:: Problem to work on ::
Could you copy out every line of the data where the word "other" occurs?
━━ Records for processing ━━
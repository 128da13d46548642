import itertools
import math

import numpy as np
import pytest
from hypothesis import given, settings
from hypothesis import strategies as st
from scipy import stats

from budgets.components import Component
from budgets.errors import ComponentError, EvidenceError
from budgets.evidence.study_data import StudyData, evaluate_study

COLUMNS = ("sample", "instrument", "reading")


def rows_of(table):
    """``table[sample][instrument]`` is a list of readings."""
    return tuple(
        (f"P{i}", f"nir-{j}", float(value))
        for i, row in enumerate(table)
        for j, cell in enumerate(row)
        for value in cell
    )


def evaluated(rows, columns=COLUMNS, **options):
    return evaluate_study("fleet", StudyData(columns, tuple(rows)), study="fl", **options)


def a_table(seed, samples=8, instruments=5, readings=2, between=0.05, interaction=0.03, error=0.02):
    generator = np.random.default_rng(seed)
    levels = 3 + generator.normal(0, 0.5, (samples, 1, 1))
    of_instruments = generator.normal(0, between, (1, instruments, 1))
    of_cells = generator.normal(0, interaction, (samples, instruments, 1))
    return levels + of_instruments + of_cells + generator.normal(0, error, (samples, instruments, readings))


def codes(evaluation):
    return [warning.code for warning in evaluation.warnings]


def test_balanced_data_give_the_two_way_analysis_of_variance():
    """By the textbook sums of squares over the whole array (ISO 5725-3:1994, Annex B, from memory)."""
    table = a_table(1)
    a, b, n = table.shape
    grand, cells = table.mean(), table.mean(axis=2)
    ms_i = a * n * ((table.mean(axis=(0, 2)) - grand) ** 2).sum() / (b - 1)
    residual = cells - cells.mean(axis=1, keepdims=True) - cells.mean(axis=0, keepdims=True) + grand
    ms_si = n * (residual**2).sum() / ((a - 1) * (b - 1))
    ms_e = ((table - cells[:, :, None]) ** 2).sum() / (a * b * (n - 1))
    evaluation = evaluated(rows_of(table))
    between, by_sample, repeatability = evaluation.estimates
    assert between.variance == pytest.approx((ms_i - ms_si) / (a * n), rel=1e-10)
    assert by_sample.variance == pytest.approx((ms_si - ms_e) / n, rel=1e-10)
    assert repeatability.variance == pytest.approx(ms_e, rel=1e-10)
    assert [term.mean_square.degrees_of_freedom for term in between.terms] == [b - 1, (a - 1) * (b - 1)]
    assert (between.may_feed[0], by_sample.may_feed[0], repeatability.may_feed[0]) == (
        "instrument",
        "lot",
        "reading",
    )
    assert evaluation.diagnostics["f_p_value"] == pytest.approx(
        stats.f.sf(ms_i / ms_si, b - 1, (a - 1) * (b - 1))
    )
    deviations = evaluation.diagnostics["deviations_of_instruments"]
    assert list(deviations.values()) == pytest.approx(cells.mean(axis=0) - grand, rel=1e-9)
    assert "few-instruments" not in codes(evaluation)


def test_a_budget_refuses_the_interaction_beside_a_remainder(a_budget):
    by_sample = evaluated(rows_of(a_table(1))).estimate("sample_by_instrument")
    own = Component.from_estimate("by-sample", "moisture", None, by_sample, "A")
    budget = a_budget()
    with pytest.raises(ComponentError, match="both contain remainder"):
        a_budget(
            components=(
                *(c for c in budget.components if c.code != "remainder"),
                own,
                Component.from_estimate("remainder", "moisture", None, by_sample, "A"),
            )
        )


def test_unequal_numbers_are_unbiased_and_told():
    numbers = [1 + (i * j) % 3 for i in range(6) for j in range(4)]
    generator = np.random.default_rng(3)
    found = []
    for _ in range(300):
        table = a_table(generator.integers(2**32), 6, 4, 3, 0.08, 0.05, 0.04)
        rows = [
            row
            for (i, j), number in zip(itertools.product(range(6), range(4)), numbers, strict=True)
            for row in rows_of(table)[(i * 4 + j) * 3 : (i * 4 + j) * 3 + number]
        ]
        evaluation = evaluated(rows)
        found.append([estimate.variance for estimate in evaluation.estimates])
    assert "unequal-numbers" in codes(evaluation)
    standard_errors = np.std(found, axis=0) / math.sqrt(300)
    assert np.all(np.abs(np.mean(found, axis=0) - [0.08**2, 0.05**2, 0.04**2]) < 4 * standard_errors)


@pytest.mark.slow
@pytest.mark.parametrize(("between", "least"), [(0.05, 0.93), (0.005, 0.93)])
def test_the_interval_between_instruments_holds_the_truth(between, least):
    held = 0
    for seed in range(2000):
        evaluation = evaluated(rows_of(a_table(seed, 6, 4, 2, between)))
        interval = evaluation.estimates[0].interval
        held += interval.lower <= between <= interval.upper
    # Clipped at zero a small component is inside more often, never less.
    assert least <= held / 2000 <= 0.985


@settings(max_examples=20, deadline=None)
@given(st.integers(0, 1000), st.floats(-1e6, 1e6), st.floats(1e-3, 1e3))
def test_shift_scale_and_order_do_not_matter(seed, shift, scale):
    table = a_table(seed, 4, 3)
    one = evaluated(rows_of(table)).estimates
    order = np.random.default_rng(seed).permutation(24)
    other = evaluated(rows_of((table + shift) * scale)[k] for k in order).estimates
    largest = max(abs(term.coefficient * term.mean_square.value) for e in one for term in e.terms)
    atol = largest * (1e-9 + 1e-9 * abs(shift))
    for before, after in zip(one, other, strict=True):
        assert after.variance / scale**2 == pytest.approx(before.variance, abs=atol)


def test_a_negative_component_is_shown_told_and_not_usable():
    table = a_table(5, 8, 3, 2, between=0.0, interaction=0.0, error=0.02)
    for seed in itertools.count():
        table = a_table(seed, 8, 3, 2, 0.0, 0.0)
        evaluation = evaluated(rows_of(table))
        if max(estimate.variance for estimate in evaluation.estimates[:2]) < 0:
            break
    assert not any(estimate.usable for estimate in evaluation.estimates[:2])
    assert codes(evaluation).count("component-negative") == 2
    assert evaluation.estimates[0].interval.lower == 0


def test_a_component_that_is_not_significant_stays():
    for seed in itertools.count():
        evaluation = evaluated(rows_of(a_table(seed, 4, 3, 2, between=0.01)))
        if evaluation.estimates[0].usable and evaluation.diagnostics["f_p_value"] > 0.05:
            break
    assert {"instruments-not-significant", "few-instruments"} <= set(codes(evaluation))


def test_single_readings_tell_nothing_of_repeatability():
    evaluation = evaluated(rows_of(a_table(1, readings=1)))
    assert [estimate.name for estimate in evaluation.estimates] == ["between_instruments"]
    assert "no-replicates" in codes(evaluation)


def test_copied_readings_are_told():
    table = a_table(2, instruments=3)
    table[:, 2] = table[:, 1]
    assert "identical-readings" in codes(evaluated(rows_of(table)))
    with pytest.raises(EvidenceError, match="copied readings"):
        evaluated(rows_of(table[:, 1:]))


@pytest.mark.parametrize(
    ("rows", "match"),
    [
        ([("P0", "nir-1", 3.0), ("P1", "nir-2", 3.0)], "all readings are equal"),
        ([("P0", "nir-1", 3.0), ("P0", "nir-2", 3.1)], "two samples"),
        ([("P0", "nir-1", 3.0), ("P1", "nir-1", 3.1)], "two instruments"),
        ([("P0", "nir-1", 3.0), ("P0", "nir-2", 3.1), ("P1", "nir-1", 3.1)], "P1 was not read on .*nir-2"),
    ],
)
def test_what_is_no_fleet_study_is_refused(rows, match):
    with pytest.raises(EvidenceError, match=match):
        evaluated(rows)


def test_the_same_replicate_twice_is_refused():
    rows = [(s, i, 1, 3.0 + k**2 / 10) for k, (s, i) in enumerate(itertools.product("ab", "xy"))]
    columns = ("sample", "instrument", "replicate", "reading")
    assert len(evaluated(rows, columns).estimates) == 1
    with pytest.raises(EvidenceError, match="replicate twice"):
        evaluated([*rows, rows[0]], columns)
━━━
:: Solution below ::
    other = evaluated(rows_of((table + shift) * scale)[k] for k in order).estimates
    for before, after in zip(one, other, strict=True):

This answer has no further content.